Source data

'''

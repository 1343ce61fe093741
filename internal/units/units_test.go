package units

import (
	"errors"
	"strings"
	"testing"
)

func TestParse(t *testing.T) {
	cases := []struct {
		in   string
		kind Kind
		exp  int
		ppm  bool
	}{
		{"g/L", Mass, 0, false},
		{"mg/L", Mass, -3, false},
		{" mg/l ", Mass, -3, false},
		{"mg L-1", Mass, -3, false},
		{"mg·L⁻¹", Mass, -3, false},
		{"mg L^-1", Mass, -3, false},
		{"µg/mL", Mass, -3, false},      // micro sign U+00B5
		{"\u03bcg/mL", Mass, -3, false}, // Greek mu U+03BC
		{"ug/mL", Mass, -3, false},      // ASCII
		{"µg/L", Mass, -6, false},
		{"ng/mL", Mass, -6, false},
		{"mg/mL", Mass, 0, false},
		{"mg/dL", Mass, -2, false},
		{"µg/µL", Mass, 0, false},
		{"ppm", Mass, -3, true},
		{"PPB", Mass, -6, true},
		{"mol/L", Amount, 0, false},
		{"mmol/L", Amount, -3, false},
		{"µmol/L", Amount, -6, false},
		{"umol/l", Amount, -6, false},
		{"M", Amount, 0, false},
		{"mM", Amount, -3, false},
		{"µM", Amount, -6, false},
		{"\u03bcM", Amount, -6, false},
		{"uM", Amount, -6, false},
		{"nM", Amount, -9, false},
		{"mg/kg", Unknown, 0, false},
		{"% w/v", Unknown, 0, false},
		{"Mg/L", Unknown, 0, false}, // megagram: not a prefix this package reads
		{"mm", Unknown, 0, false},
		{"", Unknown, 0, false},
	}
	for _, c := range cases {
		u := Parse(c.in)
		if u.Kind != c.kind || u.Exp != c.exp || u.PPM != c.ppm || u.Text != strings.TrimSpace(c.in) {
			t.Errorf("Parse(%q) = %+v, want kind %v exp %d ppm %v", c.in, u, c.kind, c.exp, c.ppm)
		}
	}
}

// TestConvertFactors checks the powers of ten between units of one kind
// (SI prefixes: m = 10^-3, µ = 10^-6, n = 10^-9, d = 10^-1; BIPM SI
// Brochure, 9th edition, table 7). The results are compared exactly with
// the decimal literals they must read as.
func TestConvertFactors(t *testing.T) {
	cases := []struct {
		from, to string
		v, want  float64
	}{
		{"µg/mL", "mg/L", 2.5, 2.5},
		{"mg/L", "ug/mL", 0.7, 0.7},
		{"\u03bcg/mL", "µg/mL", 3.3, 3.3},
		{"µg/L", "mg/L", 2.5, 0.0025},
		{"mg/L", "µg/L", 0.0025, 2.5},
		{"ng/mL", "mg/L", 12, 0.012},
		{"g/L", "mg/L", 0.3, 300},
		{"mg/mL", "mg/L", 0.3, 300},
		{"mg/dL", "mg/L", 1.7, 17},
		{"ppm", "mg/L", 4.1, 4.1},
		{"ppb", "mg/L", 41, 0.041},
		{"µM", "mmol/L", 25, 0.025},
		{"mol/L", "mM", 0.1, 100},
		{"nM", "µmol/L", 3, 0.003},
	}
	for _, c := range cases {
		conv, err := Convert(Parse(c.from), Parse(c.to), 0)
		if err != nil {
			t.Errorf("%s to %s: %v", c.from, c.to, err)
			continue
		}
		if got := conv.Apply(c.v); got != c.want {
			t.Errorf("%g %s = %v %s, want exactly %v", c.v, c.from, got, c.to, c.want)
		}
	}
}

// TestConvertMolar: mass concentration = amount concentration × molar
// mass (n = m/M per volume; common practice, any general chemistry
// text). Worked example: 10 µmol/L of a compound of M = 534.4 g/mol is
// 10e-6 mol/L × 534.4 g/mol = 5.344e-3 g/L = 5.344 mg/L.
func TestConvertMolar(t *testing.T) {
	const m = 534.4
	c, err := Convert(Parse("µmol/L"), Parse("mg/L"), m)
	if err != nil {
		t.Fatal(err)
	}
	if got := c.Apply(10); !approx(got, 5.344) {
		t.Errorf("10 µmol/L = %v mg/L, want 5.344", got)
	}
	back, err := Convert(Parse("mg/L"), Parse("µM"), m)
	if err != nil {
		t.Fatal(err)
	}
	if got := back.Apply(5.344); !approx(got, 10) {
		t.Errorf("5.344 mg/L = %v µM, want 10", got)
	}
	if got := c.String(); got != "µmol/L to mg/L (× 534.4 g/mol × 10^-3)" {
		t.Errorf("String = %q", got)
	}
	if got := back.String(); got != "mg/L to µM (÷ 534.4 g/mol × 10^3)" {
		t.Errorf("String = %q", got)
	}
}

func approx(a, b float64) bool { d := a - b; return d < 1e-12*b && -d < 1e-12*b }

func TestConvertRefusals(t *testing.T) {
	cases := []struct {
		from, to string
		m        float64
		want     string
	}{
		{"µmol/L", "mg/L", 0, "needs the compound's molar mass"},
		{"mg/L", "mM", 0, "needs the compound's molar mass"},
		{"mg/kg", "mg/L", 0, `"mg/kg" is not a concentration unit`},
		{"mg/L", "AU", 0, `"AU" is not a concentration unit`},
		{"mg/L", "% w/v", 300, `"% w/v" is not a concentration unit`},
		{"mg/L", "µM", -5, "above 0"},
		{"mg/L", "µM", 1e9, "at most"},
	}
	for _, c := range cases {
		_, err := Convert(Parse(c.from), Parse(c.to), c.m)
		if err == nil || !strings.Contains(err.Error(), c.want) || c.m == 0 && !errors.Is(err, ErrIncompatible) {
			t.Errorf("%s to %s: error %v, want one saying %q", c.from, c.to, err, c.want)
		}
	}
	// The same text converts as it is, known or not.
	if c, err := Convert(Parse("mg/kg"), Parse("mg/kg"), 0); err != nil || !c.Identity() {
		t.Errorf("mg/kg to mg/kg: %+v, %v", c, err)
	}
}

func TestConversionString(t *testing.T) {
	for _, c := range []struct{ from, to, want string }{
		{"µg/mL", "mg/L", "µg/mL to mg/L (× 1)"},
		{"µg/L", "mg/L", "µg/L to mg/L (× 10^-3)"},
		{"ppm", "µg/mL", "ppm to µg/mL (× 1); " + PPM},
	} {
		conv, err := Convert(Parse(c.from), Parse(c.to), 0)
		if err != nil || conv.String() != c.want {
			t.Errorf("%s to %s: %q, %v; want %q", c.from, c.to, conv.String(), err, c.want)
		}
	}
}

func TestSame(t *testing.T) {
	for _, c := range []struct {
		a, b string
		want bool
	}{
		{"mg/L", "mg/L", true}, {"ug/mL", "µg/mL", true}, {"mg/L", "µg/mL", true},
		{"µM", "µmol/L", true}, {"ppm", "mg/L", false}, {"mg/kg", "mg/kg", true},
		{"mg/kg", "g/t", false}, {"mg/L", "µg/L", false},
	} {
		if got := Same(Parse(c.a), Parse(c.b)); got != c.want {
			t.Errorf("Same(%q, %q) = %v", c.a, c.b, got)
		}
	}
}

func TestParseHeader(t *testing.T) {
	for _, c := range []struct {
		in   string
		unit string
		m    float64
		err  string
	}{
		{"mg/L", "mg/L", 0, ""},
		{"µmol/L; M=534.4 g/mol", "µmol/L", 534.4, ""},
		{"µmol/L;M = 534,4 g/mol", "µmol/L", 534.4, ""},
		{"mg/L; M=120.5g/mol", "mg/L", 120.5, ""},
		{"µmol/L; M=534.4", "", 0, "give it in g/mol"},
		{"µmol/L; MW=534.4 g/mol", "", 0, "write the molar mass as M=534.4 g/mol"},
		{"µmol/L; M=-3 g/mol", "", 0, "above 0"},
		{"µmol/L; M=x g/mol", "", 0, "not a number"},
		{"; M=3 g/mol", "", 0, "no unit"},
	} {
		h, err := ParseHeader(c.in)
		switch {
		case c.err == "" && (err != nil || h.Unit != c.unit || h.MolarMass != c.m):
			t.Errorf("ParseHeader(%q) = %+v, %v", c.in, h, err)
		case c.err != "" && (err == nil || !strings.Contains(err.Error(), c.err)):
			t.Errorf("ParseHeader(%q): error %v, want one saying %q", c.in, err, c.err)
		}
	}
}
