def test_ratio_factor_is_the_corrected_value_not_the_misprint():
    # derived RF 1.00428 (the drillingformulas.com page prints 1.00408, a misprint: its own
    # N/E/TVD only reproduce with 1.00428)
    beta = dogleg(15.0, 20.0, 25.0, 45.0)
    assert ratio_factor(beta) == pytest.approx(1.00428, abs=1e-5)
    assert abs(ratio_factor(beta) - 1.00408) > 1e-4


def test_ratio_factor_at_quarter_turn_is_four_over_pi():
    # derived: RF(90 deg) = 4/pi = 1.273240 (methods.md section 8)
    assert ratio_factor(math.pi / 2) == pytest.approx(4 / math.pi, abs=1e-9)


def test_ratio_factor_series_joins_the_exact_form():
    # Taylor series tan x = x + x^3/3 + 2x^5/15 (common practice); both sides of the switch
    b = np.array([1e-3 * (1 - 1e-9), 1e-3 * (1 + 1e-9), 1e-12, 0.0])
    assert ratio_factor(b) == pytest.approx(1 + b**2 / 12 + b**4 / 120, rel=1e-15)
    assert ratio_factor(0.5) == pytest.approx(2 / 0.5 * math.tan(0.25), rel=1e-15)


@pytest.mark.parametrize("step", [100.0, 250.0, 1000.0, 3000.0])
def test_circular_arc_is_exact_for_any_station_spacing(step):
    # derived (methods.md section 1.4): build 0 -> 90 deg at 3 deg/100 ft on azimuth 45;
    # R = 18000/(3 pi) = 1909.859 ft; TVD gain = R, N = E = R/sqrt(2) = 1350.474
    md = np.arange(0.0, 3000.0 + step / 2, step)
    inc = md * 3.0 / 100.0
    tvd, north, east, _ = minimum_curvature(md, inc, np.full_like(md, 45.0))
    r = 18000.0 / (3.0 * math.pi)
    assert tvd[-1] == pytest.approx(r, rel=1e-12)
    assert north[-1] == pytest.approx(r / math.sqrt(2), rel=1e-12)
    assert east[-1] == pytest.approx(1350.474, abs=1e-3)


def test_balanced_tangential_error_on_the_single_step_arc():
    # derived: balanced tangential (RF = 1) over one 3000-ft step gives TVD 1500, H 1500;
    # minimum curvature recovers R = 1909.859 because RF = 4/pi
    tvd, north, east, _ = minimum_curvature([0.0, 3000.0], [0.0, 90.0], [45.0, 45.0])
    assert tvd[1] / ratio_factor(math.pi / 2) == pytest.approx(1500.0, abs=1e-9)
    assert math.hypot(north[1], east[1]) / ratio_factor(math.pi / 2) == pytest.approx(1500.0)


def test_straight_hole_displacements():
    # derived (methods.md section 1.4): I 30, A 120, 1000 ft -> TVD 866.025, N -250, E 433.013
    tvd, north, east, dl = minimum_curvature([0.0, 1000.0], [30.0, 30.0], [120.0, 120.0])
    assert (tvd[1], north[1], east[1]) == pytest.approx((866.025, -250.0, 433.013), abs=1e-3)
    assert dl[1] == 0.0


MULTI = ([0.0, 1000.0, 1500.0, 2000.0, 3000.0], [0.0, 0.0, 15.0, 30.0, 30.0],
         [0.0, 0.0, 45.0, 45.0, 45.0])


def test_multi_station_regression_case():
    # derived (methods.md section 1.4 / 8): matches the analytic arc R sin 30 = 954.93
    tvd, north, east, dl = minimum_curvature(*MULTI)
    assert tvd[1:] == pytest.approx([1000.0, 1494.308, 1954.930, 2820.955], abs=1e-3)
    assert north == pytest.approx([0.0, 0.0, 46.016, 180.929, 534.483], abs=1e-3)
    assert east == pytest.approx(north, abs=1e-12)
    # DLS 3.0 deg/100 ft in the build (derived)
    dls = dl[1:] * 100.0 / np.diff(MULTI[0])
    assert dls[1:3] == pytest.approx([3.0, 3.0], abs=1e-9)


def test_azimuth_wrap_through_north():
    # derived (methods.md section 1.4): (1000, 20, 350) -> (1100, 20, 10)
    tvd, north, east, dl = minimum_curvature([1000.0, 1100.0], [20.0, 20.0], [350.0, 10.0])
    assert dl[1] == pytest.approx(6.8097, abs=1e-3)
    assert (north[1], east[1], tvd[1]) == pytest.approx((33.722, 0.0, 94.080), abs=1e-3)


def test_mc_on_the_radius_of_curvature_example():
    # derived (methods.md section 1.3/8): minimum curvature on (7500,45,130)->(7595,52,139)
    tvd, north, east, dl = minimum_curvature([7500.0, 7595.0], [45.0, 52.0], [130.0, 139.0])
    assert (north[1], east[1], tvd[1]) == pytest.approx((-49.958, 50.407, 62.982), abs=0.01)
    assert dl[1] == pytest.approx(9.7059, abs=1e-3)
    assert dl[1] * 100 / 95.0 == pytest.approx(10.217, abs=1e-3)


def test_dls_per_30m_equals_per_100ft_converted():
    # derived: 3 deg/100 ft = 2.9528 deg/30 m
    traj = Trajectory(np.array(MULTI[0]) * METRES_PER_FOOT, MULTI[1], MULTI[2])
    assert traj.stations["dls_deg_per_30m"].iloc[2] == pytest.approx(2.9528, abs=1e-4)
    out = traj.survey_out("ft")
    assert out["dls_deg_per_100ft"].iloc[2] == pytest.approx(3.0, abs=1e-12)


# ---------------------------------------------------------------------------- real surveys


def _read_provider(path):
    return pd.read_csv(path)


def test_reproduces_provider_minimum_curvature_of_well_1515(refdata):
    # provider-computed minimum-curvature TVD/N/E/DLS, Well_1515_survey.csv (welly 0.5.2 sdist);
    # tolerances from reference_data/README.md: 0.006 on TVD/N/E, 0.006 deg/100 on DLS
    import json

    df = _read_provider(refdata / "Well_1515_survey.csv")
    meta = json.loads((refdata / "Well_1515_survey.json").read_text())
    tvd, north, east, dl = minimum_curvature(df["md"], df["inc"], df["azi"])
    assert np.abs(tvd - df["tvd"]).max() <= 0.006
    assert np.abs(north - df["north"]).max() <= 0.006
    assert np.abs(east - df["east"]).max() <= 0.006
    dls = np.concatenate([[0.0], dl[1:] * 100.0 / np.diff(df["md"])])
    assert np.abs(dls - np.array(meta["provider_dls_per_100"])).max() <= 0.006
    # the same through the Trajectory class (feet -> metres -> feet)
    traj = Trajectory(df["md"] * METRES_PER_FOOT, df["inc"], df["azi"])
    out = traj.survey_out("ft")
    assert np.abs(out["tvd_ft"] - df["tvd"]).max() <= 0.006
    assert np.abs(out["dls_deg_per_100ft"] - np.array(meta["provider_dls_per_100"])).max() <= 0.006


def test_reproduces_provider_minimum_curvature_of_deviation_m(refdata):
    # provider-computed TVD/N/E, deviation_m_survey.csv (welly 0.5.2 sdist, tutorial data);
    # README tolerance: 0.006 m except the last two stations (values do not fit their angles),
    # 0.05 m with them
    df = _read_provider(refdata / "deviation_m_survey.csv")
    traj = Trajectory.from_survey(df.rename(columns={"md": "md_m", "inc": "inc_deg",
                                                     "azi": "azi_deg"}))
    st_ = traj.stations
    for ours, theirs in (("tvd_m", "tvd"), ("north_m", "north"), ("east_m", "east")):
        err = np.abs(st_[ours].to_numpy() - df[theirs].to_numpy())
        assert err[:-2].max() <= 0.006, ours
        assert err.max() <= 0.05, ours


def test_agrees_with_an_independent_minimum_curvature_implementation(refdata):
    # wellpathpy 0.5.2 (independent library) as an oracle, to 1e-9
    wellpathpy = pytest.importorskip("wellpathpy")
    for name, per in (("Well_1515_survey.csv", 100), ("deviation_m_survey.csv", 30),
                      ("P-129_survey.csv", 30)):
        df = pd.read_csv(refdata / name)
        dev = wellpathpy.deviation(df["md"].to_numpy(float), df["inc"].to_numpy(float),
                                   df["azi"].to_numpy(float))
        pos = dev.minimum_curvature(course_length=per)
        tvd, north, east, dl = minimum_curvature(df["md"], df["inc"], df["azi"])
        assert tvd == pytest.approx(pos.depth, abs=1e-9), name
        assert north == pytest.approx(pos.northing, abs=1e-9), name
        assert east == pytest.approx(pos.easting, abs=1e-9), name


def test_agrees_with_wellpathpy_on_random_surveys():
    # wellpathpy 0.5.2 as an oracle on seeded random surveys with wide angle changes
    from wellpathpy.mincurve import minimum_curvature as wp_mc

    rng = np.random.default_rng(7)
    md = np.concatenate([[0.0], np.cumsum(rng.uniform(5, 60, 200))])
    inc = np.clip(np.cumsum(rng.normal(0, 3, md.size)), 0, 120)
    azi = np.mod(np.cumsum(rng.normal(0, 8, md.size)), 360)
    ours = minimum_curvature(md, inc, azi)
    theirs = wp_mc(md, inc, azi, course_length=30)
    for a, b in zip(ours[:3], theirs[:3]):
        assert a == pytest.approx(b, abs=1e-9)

'''

In the data above, find the line that contains "of one kind", then reproduce exactly every line from the first line through that line.

[Exercise response]
repository 1343ce61fe093741
filename internal/units/units_test.go
package units

import (
	"errors"
	"strings"
	"testing"
)

func TestParse(t *testing.T) {
	cases := []struct {
		in   string
		kind Kind
		exp  int
		ppm  bool
	}{
		{"g/L", Mass, 0, false},
		{"mg/L", Mass, -3, false},
		{" mg/l ", Mass, -3, false},
		{"mg L-1", Mass, -3, false},
		{"mg·L⁻¹", Mass, -3, false},
		{"mg L^-1", Mass, -3, false},
		{"µg/mL", Mass, -3, false},      // micro sign U+00B5
		{"\u03bcg/mL", Mass, -3, false}, // Greek mu U+03BC
		{"ug/mL", Mass, -3, false},      // ASCII
		{"µg/L", Mass, -6, false},
		{"ng/mL", Mass, -6, false},
		{"mg/mL", Mass, 0, false},
		{"mg/dL", Mass, -2, false},
		{"µg/µL", Mass, 0, false},
		{"ppm", Mass, -3, true},
		{"PPB", Mass, -6, true},
		{"mol/L", Amount, 0, false},
		{"mmol/L", Amount, -3, false},
		{"µmol/L", Amount, -6, false},
		{"umol/l", Amount, -6, false},
		{"M", Amount, 0, false},
		{"mM", Amount, -3, false},
		{"µM", Amount, -6, false},
		{"\u03bcM", Amount, -6, false},
		{"uM", Amount, -6, false},
		{"nM", Amount, -9, false},
		{"mg/kg", Unknown, 0, false},
		{"% w/v", Unknown, 0, false},
		{"Mg/L", Unknown, 0, false}, // megagram: not a prefix this package reads
		{"mm", Unknown, 0, false},
		{"", Unknown, 0, false},
	}
	for _, c := range cases {
		u := Parse(c.in)
		if u.Kind != c.kind || u.Exp != c.exp || u.PPM != c.ppm || u.Text != strings.TrimSpace(c.in) {
			t.Errorf("Parse(%q) = %+v, want kind %v exp %d ppm %v", c.in, u, c.kind, c.exp, c.ppm)
		}
	}
}

// TestConvertFactors checks the powers of ten between units of one kind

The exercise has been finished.